» EXERCISE DETAILS: Find the line containing "t[(k + tSide) | 0] = (ady" in the records below. Copy exactly that line and each one after it, ending at the line containing "(weight |dy|/(|dx|−1)) and |dy|.", and nothing more.

(Saved data entries)
*-*-*

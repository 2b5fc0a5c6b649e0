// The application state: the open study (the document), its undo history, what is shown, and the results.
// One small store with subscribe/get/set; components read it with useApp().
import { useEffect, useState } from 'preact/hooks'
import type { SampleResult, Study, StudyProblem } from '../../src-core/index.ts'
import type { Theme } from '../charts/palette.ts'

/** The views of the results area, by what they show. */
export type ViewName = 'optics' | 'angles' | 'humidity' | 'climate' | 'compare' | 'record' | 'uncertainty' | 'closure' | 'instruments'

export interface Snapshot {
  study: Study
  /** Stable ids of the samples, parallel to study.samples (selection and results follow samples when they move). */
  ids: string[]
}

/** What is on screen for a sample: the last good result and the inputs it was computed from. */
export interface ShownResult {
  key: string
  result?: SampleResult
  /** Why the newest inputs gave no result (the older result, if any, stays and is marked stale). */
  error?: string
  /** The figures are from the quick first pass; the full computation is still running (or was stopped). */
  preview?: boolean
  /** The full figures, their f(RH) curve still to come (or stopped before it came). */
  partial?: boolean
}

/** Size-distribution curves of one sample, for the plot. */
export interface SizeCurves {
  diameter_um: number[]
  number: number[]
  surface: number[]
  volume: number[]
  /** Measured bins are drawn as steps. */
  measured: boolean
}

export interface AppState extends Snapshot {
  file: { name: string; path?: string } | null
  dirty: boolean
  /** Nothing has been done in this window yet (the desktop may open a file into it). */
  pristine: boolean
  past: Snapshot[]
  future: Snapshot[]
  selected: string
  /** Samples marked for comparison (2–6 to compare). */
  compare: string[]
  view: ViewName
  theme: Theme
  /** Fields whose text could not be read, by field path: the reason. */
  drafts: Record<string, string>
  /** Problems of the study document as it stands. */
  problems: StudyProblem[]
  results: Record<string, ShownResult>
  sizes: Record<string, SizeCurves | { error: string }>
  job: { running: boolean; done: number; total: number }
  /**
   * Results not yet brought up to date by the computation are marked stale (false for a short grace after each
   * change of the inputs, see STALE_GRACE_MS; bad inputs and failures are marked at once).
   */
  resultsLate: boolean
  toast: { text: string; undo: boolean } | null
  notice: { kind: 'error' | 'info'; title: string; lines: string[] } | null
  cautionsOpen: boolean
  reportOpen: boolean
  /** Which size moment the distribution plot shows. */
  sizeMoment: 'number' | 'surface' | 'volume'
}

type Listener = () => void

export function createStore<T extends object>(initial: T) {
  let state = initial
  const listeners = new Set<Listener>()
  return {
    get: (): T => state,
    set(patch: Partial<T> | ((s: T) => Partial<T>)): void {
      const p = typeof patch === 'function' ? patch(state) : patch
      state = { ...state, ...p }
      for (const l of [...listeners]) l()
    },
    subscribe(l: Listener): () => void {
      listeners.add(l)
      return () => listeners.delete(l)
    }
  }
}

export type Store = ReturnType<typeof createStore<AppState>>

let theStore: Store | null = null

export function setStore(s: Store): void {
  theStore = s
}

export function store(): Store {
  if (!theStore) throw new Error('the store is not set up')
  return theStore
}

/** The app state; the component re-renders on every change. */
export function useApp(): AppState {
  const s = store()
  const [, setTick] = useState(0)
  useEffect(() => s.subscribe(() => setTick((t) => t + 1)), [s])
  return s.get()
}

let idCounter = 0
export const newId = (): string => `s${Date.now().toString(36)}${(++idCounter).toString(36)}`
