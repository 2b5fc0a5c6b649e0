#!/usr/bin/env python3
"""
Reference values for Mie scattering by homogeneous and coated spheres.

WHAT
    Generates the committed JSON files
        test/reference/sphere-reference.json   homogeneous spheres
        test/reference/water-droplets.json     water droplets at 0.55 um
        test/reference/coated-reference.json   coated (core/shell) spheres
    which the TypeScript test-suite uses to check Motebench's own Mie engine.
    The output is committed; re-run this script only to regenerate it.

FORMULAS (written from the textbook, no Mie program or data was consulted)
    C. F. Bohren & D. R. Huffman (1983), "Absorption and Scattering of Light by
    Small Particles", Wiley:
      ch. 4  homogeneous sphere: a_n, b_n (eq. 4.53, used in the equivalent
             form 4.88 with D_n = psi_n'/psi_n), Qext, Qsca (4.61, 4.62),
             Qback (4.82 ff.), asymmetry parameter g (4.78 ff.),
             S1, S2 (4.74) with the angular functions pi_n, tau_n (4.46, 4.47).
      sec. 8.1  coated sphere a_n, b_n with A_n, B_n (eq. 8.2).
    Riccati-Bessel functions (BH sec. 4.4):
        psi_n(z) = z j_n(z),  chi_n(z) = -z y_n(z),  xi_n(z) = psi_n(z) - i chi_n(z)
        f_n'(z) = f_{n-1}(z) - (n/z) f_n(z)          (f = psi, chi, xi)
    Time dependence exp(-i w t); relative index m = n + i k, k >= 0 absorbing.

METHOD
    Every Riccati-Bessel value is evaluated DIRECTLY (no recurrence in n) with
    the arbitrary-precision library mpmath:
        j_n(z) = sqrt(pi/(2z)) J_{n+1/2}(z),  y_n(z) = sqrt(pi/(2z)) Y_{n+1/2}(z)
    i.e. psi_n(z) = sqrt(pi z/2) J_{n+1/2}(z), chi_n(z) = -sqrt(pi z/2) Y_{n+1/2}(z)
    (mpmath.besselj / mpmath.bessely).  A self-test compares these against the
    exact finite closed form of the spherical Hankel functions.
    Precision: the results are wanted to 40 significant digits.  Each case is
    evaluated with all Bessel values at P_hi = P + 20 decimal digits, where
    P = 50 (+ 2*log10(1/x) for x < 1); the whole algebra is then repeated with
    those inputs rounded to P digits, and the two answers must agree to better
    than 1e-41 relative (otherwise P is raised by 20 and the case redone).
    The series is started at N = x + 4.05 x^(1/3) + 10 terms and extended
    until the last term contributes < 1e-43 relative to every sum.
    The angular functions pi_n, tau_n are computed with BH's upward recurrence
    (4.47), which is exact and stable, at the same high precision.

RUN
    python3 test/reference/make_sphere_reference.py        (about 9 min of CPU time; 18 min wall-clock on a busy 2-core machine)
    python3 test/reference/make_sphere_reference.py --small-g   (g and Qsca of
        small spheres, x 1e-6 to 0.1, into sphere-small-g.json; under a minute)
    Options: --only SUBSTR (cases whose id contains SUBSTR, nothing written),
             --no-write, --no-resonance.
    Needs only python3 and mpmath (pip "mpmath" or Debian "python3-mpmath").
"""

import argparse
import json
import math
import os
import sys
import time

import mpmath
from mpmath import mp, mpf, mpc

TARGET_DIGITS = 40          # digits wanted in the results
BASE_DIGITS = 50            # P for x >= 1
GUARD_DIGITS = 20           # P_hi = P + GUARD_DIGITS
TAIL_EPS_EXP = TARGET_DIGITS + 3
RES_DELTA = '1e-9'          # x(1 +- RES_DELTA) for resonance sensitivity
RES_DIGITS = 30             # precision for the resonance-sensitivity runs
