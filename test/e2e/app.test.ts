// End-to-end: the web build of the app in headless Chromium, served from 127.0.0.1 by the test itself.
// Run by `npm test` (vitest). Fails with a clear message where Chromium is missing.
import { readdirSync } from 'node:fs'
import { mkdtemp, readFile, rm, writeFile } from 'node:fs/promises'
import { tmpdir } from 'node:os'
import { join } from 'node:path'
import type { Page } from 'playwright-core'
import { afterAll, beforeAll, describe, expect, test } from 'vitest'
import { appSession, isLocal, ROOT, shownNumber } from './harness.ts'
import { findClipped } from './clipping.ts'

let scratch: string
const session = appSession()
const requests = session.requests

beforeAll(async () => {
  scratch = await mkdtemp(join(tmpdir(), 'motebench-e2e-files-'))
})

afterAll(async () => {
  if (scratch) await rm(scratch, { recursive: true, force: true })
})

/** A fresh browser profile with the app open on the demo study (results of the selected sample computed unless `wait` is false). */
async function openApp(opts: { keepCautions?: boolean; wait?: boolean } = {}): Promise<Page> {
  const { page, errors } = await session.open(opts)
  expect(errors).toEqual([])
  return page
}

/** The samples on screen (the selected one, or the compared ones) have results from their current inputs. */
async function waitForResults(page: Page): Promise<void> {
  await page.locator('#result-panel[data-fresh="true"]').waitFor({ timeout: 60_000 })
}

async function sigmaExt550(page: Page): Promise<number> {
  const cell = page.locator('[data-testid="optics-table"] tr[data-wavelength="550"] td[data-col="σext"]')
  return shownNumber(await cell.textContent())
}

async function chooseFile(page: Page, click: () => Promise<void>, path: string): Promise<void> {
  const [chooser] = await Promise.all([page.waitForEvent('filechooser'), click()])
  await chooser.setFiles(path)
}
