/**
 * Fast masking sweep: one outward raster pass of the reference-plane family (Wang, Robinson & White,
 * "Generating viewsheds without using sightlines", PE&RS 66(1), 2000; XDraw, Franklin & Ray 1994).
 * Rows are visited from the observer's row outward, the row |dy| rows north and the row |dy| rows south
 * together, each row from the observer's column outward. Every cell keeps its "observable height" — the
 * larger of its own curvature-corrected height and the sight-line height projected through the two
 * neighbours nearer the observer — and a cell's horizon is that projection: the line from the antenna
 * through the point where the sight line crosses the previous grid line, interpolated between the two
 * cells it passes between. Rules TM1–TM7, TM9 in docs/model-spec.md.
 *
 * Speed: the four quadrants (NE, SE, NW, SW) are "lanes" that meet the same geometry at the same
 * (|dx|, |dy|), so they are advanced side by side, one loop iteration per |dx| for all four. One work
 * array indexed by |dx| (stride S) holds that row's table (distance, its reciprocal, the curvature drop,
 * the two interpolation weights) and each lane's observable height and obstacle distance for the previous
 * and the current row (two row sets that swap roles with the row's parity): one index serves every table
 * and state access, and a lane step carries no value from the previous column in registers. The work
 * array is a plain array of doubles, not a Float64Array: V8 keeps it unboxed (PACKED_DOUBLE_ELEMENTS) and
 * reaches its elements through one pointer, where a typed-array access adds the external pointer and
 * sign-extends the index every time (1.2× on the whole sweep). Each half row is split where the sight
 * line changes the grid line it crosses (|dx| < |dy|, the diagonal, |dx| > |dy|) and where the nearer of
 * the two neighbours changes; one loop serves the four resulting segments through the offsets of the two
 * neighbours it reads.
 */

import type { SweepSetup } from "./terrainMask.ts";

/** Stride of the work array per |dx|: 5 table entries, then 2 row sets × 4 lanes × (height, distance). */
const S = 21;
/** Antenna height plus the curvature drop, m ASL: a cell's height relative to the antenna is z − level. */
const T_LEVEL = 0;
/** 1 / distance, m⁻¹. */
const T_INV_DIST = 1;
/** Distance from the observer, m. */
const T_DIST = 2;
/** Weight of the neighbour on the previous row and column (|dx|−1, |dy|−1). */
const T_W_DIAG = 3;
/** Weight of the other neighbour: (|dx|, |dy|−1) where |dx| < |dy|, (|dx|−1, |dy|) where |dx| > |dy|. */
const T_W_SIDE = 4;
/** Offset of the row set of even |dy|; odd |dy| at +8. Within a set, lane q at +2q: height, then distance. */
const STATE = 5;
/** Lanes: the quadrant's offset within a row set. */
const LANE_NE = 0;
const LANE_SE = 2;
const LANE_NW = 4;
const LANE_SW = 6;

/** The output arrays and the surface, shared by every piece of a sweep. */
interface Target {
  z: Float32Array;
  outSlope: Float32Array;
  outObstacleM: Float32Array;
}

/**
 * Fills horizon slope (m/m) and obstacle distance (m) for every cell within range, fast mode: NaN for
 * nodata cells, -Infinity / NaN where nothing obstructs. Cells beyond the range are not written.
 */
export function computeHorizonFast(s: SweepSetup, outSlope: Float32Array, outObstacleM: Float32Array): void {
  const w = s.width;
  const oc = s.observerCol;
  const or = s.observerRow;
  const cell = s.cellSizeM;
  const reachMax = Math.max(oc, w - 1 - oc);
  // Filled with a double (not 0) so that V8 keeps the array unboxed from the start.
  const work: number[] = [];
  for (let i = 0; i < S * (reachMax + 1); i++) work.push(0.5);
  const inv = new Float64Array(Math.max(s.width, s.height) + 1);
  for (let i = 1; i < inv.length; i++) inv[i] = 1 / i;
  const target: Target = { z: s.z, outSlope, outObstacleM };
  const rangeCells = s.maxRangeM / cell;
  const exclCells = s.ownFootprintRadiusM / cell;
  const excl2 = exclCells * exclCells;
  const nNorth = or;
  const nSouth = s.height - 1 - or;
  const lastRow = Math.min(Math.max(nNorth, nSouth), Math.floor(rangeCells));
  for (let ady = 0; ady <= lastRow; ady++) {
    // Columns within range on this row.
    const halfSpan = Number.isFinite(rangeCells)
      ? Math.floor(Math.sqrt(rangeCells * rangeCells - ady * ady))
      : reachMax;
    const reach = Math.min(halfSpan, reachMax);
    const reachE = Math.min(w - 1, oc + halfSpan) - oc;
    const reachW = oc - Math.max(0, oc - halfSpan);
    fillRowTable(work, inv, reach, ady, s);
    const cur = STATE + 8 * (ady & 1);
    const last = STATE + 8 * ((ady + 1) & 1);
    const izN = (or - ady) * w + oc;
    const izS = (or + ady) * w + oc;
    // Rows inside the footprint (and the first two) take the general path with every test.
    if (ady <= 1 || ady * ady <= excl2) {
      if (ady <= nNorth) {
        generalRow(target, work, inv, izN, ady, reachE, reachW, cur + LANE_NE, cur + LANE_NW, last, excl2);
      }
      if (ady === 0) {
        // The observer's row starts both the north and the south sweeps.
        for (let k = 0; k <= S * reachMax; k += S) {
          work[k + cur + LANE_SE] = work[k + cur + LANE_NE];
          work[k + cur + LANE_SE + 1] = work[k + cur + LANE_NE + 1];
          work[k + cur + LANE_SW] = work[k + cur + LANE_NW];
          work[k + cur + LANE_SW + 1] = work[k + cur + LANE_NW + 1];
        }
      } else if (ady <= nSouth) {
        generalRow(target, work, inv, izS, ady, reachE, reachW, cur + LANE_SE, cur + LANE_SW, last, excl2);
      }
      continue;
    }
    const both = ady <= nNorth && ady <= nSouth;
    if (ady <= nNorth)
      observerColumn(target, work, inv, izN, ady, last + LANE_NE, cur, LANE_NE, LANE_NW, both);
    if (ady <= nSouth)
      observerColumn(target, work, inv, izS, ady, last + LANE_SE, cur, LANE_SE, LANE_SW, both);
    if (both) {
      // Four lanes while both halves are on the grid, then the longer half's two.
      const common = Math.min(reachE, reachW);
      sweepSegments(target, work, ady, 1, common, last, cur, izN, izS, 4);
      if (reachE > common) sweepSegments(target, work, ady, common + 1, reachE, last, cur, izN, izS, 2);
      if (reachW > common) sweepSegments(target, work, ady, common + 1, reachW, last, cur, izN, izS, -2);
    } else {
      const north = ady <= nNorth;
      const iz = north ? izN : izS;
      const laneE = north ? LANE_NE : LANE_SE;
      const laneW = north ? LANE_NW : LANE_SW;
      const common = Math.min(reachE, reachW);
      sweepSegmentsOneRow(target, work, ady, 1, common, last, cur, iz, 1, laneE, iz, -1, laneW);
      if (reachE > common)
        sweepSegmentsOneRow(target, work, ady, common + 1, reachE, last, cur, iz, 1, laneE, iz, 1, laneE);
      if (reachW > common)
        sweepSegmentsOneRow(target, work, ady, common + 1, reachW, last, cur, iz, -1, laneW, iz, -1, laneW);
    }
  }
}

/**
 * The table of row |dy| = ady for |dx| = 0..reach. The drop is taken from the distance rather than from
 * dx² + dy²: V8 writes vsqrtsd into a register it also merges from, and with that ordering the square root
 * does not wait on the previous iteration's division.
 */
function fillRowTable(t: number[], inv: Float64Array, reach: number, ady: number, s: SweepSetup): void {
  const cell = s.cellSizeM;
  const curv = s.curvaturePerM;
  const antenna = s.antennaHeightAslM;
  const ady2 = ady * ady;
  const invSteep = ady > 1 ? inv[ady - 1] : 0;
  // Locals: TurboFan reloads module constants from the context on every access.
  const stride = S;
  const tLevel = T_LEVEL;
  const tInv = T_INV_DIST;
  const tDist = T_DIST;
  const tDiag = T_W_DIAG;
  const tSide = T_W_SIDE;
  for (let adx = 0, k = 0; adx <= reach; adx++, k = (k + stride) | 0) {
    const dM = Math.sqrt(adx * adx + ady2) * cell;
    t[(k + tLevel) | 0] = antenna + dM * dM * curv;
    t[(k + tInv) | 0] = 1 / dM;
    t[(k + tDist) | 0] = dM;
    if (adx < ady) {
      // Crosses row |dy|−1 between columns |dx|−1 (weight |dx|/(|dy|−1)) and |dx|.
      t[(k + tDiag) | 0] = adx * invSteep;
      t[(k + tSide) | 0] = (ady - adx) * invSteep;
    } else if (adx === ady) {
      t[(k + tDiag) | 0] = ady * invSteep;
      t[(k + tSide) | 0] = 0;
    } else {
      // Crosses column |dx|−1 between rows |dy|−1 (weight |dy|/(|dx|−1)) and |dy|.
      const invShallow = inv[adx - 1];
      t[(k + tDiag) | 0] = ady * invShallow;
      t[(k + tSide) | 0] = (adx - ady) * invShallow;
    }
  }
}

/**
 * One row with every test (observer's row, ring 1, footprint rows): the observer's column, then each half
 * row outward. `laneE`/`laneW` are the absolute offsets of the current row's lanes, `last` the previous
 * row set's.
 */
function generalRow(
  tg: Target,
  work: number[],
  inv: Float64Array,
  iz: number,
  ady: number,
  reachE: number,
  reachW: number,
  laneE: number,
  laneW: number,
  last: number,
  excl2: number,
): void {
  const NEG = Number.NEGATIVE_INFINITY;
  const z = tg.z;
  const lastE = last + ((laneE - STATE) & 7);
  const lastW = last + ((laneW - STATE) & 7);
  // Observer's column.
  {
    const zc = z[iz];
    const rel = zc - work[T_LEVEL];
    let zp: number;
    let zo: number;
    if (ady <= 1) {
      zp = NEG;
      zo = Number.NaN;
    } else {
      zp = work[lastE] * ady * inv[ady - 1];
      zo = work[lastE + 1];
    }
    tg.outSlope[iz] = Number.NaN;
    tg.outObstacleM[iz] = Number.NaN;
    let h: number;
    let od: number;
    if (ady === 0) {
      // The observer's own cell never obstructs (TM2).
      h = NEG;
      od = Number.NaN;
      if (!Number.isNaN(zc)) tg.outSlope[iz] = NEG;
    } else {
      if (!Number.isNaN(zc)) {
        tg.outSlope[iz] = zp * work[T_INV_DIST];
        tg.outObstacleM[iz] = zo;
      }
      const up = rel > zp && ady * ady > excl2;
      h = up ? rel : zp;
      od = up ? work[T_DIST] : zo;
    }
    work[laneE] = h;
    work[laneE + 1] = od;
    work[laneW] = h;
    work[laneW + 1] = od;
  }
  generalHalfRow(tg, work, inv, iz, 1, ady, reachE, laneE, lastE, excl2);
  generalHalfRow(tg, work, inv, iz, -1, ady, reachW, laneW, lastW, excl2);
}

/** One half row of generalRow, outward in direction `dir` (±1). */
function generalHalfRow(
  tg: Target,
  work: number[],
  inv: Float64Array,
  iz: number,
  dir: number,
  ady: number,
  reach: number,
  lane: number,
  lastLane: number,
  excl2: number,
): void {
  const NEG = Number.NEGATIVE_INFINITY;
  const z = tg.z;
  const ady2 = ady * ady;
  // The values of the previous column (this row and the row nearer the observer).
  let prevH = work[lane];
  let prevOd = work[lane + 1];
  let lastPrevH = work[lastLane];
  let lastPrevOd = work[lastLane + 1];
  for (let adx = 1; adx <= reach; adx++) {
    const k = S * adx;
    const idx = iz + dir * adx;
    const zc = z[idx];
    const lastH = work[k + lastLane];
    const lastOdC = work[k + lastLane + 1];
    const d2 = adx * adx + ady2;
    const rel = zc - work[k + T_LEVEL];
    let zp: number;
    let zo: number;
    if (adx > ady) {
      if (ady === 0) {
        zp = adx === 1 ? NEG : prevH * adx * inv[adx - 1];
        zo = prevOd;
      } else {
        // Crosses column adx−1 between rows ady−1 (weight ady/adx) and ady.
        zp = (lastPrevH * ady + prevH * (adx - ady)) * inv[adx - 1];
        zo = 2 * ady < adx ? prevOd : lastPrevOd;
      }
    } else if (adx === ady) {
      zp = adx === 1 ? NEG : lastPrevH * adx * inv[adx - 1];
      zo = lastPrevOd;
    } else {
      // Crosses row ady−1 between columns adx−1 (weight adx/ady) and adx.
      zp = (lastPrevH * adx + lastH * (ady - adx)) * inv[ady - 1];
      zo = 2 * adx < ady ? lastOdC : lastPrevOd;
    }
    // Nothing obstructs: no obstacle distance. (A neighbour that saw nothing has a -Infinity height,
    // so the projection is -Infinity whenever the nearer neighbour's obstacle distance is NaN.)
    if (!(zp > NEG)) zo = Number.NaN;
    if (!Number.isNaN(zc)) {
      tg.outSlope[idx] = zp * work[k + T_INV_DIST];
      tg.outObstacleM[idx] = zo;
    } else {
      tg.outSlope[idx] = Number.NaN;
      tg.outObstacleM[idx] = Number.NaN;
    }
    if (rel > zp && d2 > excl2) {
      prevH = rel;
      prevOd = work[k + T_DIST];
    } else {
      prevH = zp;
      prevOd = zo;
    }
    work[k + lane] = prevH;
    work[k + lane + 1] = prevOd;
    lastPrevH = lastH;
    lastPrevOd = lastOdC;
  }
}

*-*-*

» OUTPUT:
      t[(k + tSide) | 0] = (ady - adx) * invSteep;
    } else if (adx === ady) {
      t[(k + tDiag) | 0] = ady * invSteep;
      t[(k + tSide) | 0] = 0;
    } else {
      // Crosses column |dx|−1 between rows |dy|−1 (weight |dy|/(|dx|−1)) and |dy|.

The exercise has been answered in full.